There appears to be a realization in the J&K political parties too that they have no option but to come to the dialogue table. Omar Abdullah, in an India Today interview, conceded that “It is pointless to ask this govt. to restore Article 370 ….. as they are the architects of taking it away. The fight for restoration of Article 370 & to win back, what was snatched from us, on 5th Aug 2019, shall take place in the Supreme Court”. People Conference Chief Sajjad Lone lamented that the so called Liberal parties in India “could not convince their countrymen when the Aug 5th changes took place. We should take whatever this govt. gives us” & “when there is a liberal govt. let us see what they do for us….. if they come to power in 2024, 2029 or 2034”. That he mentioned dates extending up to 2034 indicates that the Kashmiri leaders are not sure if the BJP shall lose elections in 2024. He also believes that “Kashmiris have shunned dialogue in the past & paid heavily”& sitting back & not engaging with the centre would put the state populace at the mercy of bureaucrats.  

P Chidambaram, in an interview, few years back, suggested a compact that grants Kashmir autonomy that harks back to the pre 1953 status, in line with the Dilip Padgaonkar committee recommendations of Oct 2011; it is unlikely that the Congress could ever support such a position fearful of losing whatever is left of its already diminished presence in the Lok Sabha.  Any party, with an agenda on reinstatement of Article 370, would be committing political hara-kiri as public sentiment across the country is against the same. Perhaps that is what Sajjad Lone meant when he said that the “two extremes of liberalism & illiberalism in Indian politics, are unfortunately coinciding”.

Conclusion:

The Modi -J&K leaders meet is in response to the Geopolitical changes of US force withdrawal from Afghanistan & the likely Taliban ascent to power & the likelihood of the Pakistan-Taliban combine to disturb the fragile peace in the Kashmir valley. The BJP govt., perhaps, took this initiative as its reach out to the Taliban did not yield the expected dividends, with Pak playing spoilsport.

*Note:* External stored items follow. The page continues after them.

// A failing query's SQL parameters (here an e-mail address and a name) never reach the log: not
// through the log helper, not through a bare console.error once the scrubber is installed (what
// the framework itself calls for an uncaught error).
import { inspect } from "node:util";
import { DrizzleQueryError } from "drizzle-orm";
import { afterEach, beforeAll, describe, expect, it, vi } from "vitest";
import { users } from "@/db/schema";
import { describeError, installConsoleScrubber, logError, logWarn, scrubText } from "@/lib/server/log";
import { db, seedOnce } from "./helpers";

const EMAIL = "member@hangarline.test"; // a seeded member: the insert below fails on the unique address
const NAME = "Quillon Vantreese";

/**
 * The real failing insert, wrapped the way drizzle wraps a driver error on its async path
 * (sqlite-core/session.js queryWithCache: `new DrizzleQueryError(sql, params, cause)`), whose
 * message is the SQL and its parameters. The synchronous better-sqlite3 path throws the
 * SqliteError itself; both are covered here.
 */
function failingQuery(): DrizzleQueryError {
  const insert = db().insert(users).values({ email: EMAIL, name: NAME });
  const { sql: statement, params } = insert.toSQL();
  try {
    insert.run();
  } catch (error) {
    return new DrizzleQueryError(statement, params, error as Error);
  }
  throw new Error("the duplicate insert did not fail");
}

function captured(spy: { mock: { calls: unknown[][] } }): string {
  return spy.mock.calls.map((args) => args.map((a) => (typeof a === "string" ? a : inspect(a))).join(" ")).join("\n");
}

beforeAll(async () => {
  await seedOnce();
});

afterEach(() => {
  vi.restoreAllMocks();
});

describe("log lines carry no SQL parameters or personal data", () => {
  it("the synchronous driver error names the constraint, not the values, and is logged as it is", () => {
    let error: unknown;
    try {
      db().insert(users).values({ email: EMAIL, name: NAME }).run();
    } catch (e) {
      error = e;
    }
    const spy = vi.spyOn(console, "error").mockImplementation(() => undefined);
    logError("action", "unexpected failure", error);
    const text = captured(spy);
    expect(text).toContain("SqliteError [SQLITE_CONSTRAINT_UNIQUE]: UNIQUE constraint failed: users.email");
    expect(text).not.toContain(EMAIL);
    expect(text).not.toContain(NAME);
  });

  it("the failing query's own message does carry them (why the helper exists)", async () => {
    const error = (failingQuery()) as Error;
    expect(error).toBeInstanceOf(DrizzleQueryError);
    expect(`${error.message}\n${inspect(error)}`).toContain(EMAIL);
    expect(inspect(error)).toContain(NAME);
  });

  it("logError prints the scope, the error's name and code, and withholds the statement and its parameters", async () => {
    const spy = vi.spyOn(console, "error").mockImplementation(() => undefined);
    logError("action", "unexpected failure", failingQuery(), { eventId: "evt_1" });
    expect(spy).toHaveBeenCalledTimes(1);
    const text = captured(spy);
    expect(text).toMatch(/^\[action\] unexpected failure eventId=evt_1 — /);
    expect(text).toContain("database query failed (statement and parameters withheld)");
    expect(text).toContain("SQLITE_CONSTRAINT_UNIQUE");
    expect(text).not.toContain(EMAIL);
    expect(text).not.toContain(NAME);
    expect(text).not.toMatch(/params|insert into/i);
  });

  it("e-mail addresses and long numbers are masked in any message, details included", () => {
    const spy = vi.spyOn(console, "warn").mockImplementation(() => undefined);
    logWarn("outbox", "provider refused", new Error(`recipient ${EMAIL} rejected, card 4242424242424242`), { to: EMAIL });
    const text = captured(spy);
    expect(text).toContain("[email]");
    expect(text).toContain("[number]");
    expect(text).not.toContain(EMAIL);
    expect(text).not.toContain("4242424242424242");
    expect(scrubText("Failed query: select 1\nparams: a@b.example,42")).toBe("Failed query: select 1\n[parameters withheld]");
  });

  it("a cause chain is described link by link, each scrubbed", async () => {
    const outer = new Error("webhook step failed", { cause: failingQuery() });
    const text = describeError(outer, false);
    expect(text).toMatch(/^Error: webhook step failed ← caused by DrizzleQueryError: database query failed .* ← caused by SqliteError \[SQLITE_CONSTRAINT_UNIQUE\]: UNIQUE constraint failed: users\.email$/);
    expect(text).not.toContain(EMAIL);
  });

  it("after installConsoleScrubber, a bare console.error of the error (as the framework does) is scrubbed too", async () => {
    const error = failingQuery();
    const spy = vi.spyOn(console, "error").mockImplementation(() => undefined);
    const undo = installConsoleScrubber();
    try {
      console.error("⨯ uncaught in /clubs/x/money", error, { user: EMAIL });
      console.error(`Error for ${EMAIL}: Failed query: insert into users values (?, ?)\nparams: ${EMAIL},${NAME}`);
    } finally {
      undo();
    }
    const text = captured(spy);
    expect(spy).toHaveBeenCalledTimes(2);
    expect(text).toContain("SQLITE_CONSTRAINT_UNIQUE");
    expect(text).not.toContain(EMAIL);
    expect(text).not.toContain(NAME);
  });
});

The less than good performance of the Apni Party, in the recently concluded District Development Council elections & IAS topper Shah Faesal relinquishing organizational responsibility, in 2020, of the newly formed J&K People Movement – meant to inject fresh blood into the vale’s politics – could have forced a rapprochement with the “Gupkar Gang”

While Joe Biden, of the Democratic Party, in power in the US,  has nudged the Indian govt. on initiating democratic process, in J&K, it is unlikely that they would do more to antagonize its Quad ally India, firm as they are in setting their sights on China, challenging a unipolar world order.

Against this background it is prudent to interpret the current move by the govt., as nothing more than mere optics to manage international pressure, couched under catchy slogans of reducing “Dilli ki doori” & “Dil ki doori”. The Delimitation commission tenure has been extended by a year which means that elections are at least a year away; meanwhile the govt. can accelerate development programs in the valley in a bid to gain more support among the populace.